2. Rapport sur l'activite du Comite international de la CroixRouge en faveur des "partisans" tombes aux mains do l'ennemi, Geneva, October 1946.
To begin with, it will be quite clear that the war did not end in Yugoslavia in April or May, 1941. Article 42 of the Annex to the Hague Conventions states very clearly that:
A territory is considered occupied when it is actually placed under the authority of the hostile army. The occupation extends only to the territory where such authority has been established and can be exercised.
The second sentence quoted above is of special importance. No doubt the Germans, had they so chosen, could have left sufficient troops in Yugoslavia to establish their authority throughout the country. But they chose not to do this. They were pre-occupied with the forth-coming campaign in Russia, and pulled out their troops before hostilities had been fully concluded in practical effect and while large portions of the country, particularly in the mountains, were controlled by substantial enemy forces who announced openly that they would continue to resist.

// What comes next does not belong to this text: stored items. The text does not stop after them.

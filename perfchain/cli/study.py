"""``perfchain run STUDY.toml --out DIR`` and ``perfchain new-study [PATH]``.

Parse -> call :mod:`perfchain.study.schema` / :mod:`perfchain.study.runner` -> print. No physics here.
"""

from __future__ import annotations

from pathlib import Path

import click

from perfchain.errors import InputError

__all__ = ["run", "new_study", "STARTER"]

STARTER = '''\
# perfchain study file (TOML). Data only: nothing in it is executed.
# Run it with:   perfchain run THIS_FILE.toml --out results/
# Every dimensioned value needs a unit as text: "20 bar", "300 psi", "350 kg", "2.5 m**3", "15 deg".
# All names below are invented.

[study]
title = "Starter study: a small upper-stage engine"
description = "Edit me. One engine grid, one comparison, one vehicle."
author = ""

# Ingredients of your own (optional). Bundled ones: see `perfchain ingredients`.
# [[ingredient]]
# name = "hexane"
# formula = { C = 6, H = 14 }
# enthalpy = "-198.7 kJ/mol"        # molar enthalpy at the storage state
# temperature = "298.15 K"
# density = "655 kg/m**3"
# phase = "liquid"

# Blends by mass fraction (optional; no heat of mixing).
# [[blend]]
# name = "ethanol-90"
# parts = { ethanol = 0.9, water = 0.1 }

[[engine]]
name = "Starter-1"
oxidizer = "LOX"
fuel = "RP-1"
mixture_ratio = [2.0, 2.3, 2.6, 2.9]        # O/F by mass
# (a solid grain or monopropellant instead of oxidizer, fuel and mixture_ratio:
#  propellant = "NC=0.57, NG=0.43"  or  propellant = "H2O2-98"; any name may be "LOX @ 80 K")
chamber_pressure = ["40 bar", "70 bar"]     # the first one is the design point
area_ratio = [40, 80]                        # or: exit_pressure = ["0.1 bar"]
ambient_pressure = ["0 Pa"]                  # or: altitude = ["0 km", "10 km"]
flow = ["shifting"]                          # shifting, frozen, frozen-throat
objective = "isp_vacuum"                     # isp_vacuum, isp_ambient, density_isp, density_isp_ambient
# design_mixture_ratio = 2.4                 # default: the optimum O/F for the objective
contraction_ratio = 4.0                      # chamber/throat area; leave out for an infinite-area chamber
thrust = "30 kN"                             # sizes the throat and flows at the design point
thrust_at = "vacuum"
efficiency = { cstar_efficiency = 0.97, conical_half_angle = "15 deg" }
# [engine.uncertainty]                       # the design point's spread (syntax of --vary)
# samples = 2000
# vary = { mixture_ratio = "+/-2%", cstar_efficiency = "0.95..0.98", chamber_pressure = "+/-3%" }

[[comparison]]
name = "Pairs at 70 bar"
pairs = ["LOX/RP-1", "LOX/LCH4"]
chamber_pressure = "70 bar"
area_ratio = 60
ambient_pressure = "0 Pa"
objective = "isp_vacuum"
rank_by = "density_isp"

[[vehicle]]
name = "Starter vehicle"
payload = "250 kg"
target = "4 km/s"                            # optional: the largest payload for this delta-v

[[vehicle.stage]]                            # first stage first
name = "upper stage"
engine = "Starter-1"                         # or: isp = "320 s"
which = "vacuum"                             # vacuum (upper stage) or ambient
propellant = "3 t"                           # masses: dry + propellant, mass + propellant_fraction,
structural_ratio = 0.12                      #   or propellant + structural_ratio
# [vehicle.uncertainty]                      # the delta-v's spread; stage inputs as stageN.KEY
# vary = { "stage1.isp" = "+/-1%", "stage1.structural_ratio" = "0.10..0.14", payload = "+/-10%" }

# [vehicle.fixed_tank]                       # delta-v against O/F for a fixed tank volume
# engines = ["Starter-1"]
# tank_volume = "2.5 m**3"
# fixed_dry_mass = "200 kg"
# tank_mass_per_volume = "20 kg/m**3"

[output]
formats = ["parquet", "csv"]
units = "si"                                 # si or us
plots = true
plot_formats = ["png", "svg"]
'''


@click.command("run")
@click.argument("study", type=click.Path(dir_okay=False, path_type=Path))
@click.option("--out", "out", required=True, type=click.Path(file_okay=True, path_type=Path),
              help="Output folder (new or empty, unless --overwrite).")
@click.option("--units", type=click.Choice(["si", "us"], case_sensitive=False), default=None,
              help="Units of tables and report (default: the study's [output] units).")
@click.option("--overwrite", is_flag=True, help="Write into a folder that already holds files.")
@click.option("--workers", type=click.IntRange(min=1), default=1, show_default=True,
              help="Worker processes for the engine grids.")
@click.option("--no-plots", is_flag=True, help="Skip the plots.")
@click.option("--yes", is_flag=True, help="Allow engine grids above 20,000 points.")
def run(study, out, units, overwrite, workers, no_plots, yes):
    """Run every grid, optimum, comparison and vehicle of STUDY.toml into --out.

    The folder gets the study's tables, plots, a copy of the study, provenance.json and
    report.html. With --overwrite, the files a previous run listed in provenance.json and
    this run does not write again are removed; nothing else in the folder is touched, and a
    folder where the run would write over the study file itself is refused.
    """
    from perfchain.study.runner import run_study
    from perfchain.study.schema import parse_study, read_study_text

    text = read_study_text(study)
    spec = parse_study(text, source=str(study))
    report = run_study(spec, out, study_text=text, source=str(study), units=units, overwrite=overwrite,
                       workers=workers, plots=False if no_plots else None, confirm=yes)
    click.echo(str(report))


@click.command("new-study")
@click.argument("path", required=False, type=click.Path(dir_okay=False, path_type=Path))
@click.option("--force", is_flag=True, help="Replace an existing file.")
def new_study(path, force):
    """Write a commented starter study to PATH (default: stdout)."""
    if path is None:
        click.echo(STARTER, nl=False)
        return
    if path.exists() and not force:
        raise InputError("path", str(path), "a file that does not exist yet (or --force)")
    try:
        path.write_text(STARTER, encoding="utf-8")
    except OSError as exc:
        raise InputError("path", str(path), f"a writable file path ({exc.strerror})") from None
    click.echo(f"wrote {path}", err=True)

Whatever might be the rule in other circumstances, it was not open to the Germans to sweep through Yugoslavia, evacuate the bulk of their troops before their authority had been fully established, and then declare that all future resistance would be considered a violation of the laws of war.
Furthermore, the cause of the Yugoslavian and Greek resistance forces was at no time hopeless, as events have abundantly proved. Governments-in-exile were promptly established, under whose authority these forces continued their operations, indeed, long before the end of the war, there was an enemy government within Yugoslavia. Powerful allies of the Yugoslavs and Greeks continued to maintain armies in the field and to assist the resistance groups.
Furthermore, if we look at the question as presented in this case from a practical standpoint, we again discover that the case is not nearly so difficult as it seemed at first blush. If resistance forces consist only of a few small bands, whose activities are limited to sniping and minor sabotage and who enjoy no support from other powers, there may indeed be reason for denying them the status of belliger ents.
1 But there can be no reason for such a policy when the enemy remains in large numbers, and fights in large units and with modern weapons. To deny his troops the status of belligerents under such circumstances will merely invite counter-reprisals against troops of the occupying power, and a senseless war of extermination may ensue. Even more important, such a policy will inevitably rally more and more inhabitants of the occupied country to the standard of the resistance forces. These very arguments were presented to Loehr and Lueters by Colonel Heinz, Commander of the 4th Brandenburg regiment, in July 1943. Discussing the impossibility of capturing Tito and his staff by orthodox military action, Heinz declared:
Such an elimination can only be achieved by former partisans in cooperation with the Brandenburg regiments.
The method followed up to now of shooting to death all partisans without distinction, could never be successful. Many became partisans by the combined influence of several circumstances such as Usataschi-Moslem-or Cetnik-atrocities, want and starvation, terror and duress by other partisans.
They stay partisans because the way back is blocked by the German orders. They have lost their country and their family, and so they fight to their death.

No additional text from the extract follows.